(EXERCISE INSTRUCTIONS) Using the listing that follows, report how many lines include the word "windrow", and add no other words.

(PROVIDED RECORDS)
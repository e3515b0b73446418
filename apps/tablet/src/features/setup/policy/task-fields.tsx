import { FormSection } from './form-section.tsx';
import { NumberInput, type PolicyFormApi } from './number-input.tsx';
import { TASK_ROWS } from './policy-fields.ts';

/** What each task takes and how often it comes: the widths of the blocks on the assignment page. */
export function TaskFields({ form }: { form: PolicyFormApi }) {
  return (
    <FormSection
      title="What work takes"
      words="Minutes for each task and how often it is due. From these the assignment counts what each bed asks of a person; 0 minutes leaves a task out."
    >
      <div className="grid grid-cols-1 gap-4 lg:grid-cols-2">
        {TASK_ROWS.map(({ task, label, whom }) => (
          <fieldset key={task} className="border-line border-t pt-3">
            <legend className="sr-only">{label}</legend>
            <p className="mb-1">
              <strong aria-hidden="true">{label}</strong>{' '}
              <span className="text-ink-muted text-sm">{whom}</span>
            </p>
            <div className="grid grid-cols-2 gap-3">
              <NumberInput form={form} path={`policy.tasks.${task}.minutes`} label="minutes each" />
              <NumberInput form={form} path={`policy.tasks.${task}.everyMinutes`} label="every … minutes" />
            </div>
          </fieldset>
        ))}
      </div>
    </FormSection>
  );
}
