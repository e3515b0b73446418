import { zodResolver } from '@hookform/resolvers/zod';
import { useMutation, useQueryClient } from '@tanstack/react-query';
import { policyKey, policyPath, policyQuery } from '@windrow/client/board/policy-query';
import { write } from '@windrow/client/writes/write';
import { announce } from '@windrow/ui/controls/notice-host';
import { PolicyChange, type PolicyVersion } from '@windrow/ventilation/contract/setup';
import { useState } from 'react';
import { useForm, useWatch } from 'react-hook-form';
import { isStale, numberWords } from '../form-words.ts';
import { policyDifferences, policyOnTop } from './policy-merge.ts';

/**
 * A policy while it is changed. A newer version replaces a form without changes at once; one with changes
 * is only told of it, and then takes theirs or is put on top.
 */
export function usePolicyForm(latest: PolicyVersion) {
  const { unitId } = latest;
  const queryClient = useQueryClient();
  const [base, setBase] = useState(latest);
  const form = useForm({
    resolver: zodResolver(PolicyChange, { error: numberWords }),
    defaultValues: { policy: base.policy, reason: '' },
  });
  const [policy, reason] = useWatch({ control: form.control, name: ['policy', 'reason'] });
  const changes = policyDifferences({ theirs: base.policy, mine: policy });

  function begin(version: PolicyVersion, values: PolicyChange): void {
    setBase(version);
    form.reset(values);
  }

  const mutation = useMutation({
    mutationFn: (body: PolicyChange) =>
      write<PolicyVersion>({ method: 'PUT', path: policyPath(unitId), body, ifMatch: base.version }),
    onSuccess: (answer) => {
      queryClient.setQueryData(policyKey(unitId), answer);
      begin(answer, { policy: answer.policy, reason: '' });
      announce(`Version ${answer.version} of the policy holds from now on.`);
    },
    onError: (error) => {
      if (isStale(error)) void queryClient.fetchQuery({ ...policyQuery(unitId), staleTime: 0 });
    },
  });

  const isNewer = latest.version > base.version;
  return {
    form,
    base,
    changes,
    newer: isNewer && changes.length > 0 ? latest : null,
    /** To be taken over in an effect: nothing of this form would be lost. */
    replacement: isNewer && changes.length === 0 ? latest : null,
    mine: policy,
    save: form.handleSubmit((body) => mutation.mutate(body)),
    isSaving: mutation.isPending,
    error: mutation.error && !isStale(mutation.error) ? mutation.error : null,
    discard: () => begin(base, { policy: base.policy, reason: '' }),
    takeTheirs: (theirs: PolicyVersion) => {
      mutation.reset();
      begin(theirs, { policy: theirs.policy, reason: '' });
    },
    putOnTop: (theirs: PolicyVersion) => {
      mutation.reset();
      begin(theirs, {
        policy: policyOnTop({ base: base.policy, mine: policy, theirs: theirs.policy }),
        reason,
      });
    },
  };
}
export type PolicyEditing = ReturnType<typeof usePolicyForm>;
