import { Policy } from '@windrow/ventilation/policy/policy';
import type { Knex } from 'knex';

type PolicyRow = {
  unit_id: string;
  version: number;
  body: string;
  reason: string;
  changed_by: string | null;
  changed_at: string;
};
export type StoredPolicy = {
  unitId: string;
  version: number;
  policy: Policy;
  reason: string;
  changedBy: string | null;
  changedAt: string;
};

/** A unit's policy now, or as it stood at an instant. */
export async function policyOf(db: Knex, unitId: string, at?: string): Promise<StoredPolicy> {
  const query = db<PolicyRow>('policies').where({ unit_id: unitId }).orderBy('version', 'desc');
  const row =
    (await (at === undefined ? query.first() : query.clone().where('changed_at', '<=', at).first())) ??
    (await db<PolicyRow>('policies').where({ unit_id: unitId }).orderBy('version').first());
  if (!row) throw new Error(`unit ${unitId} has no policy`);
  return {
    unitId,
    version: row.version,
    policy: Policy.parse(JSON.parse(row.body)),
    reason: row.reason,
    changedBy: row.changed_by,
    changedAt: row.changed_at,
  };
}

export async function insertPolicy(
  db: Knex,
  { unitId, version, policy, reason, changedBy, changedAt }: StoredPolicy,
): Promise<void> {
  await db<PolicyRow>('policies').insert({
    unit_id: unitId,
    version,
    body: JSON.stringify(policy),
    reason,
    changed_by: changedBy,
    changed_at: changedAt,
  });
}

(TASK ANSWER) 5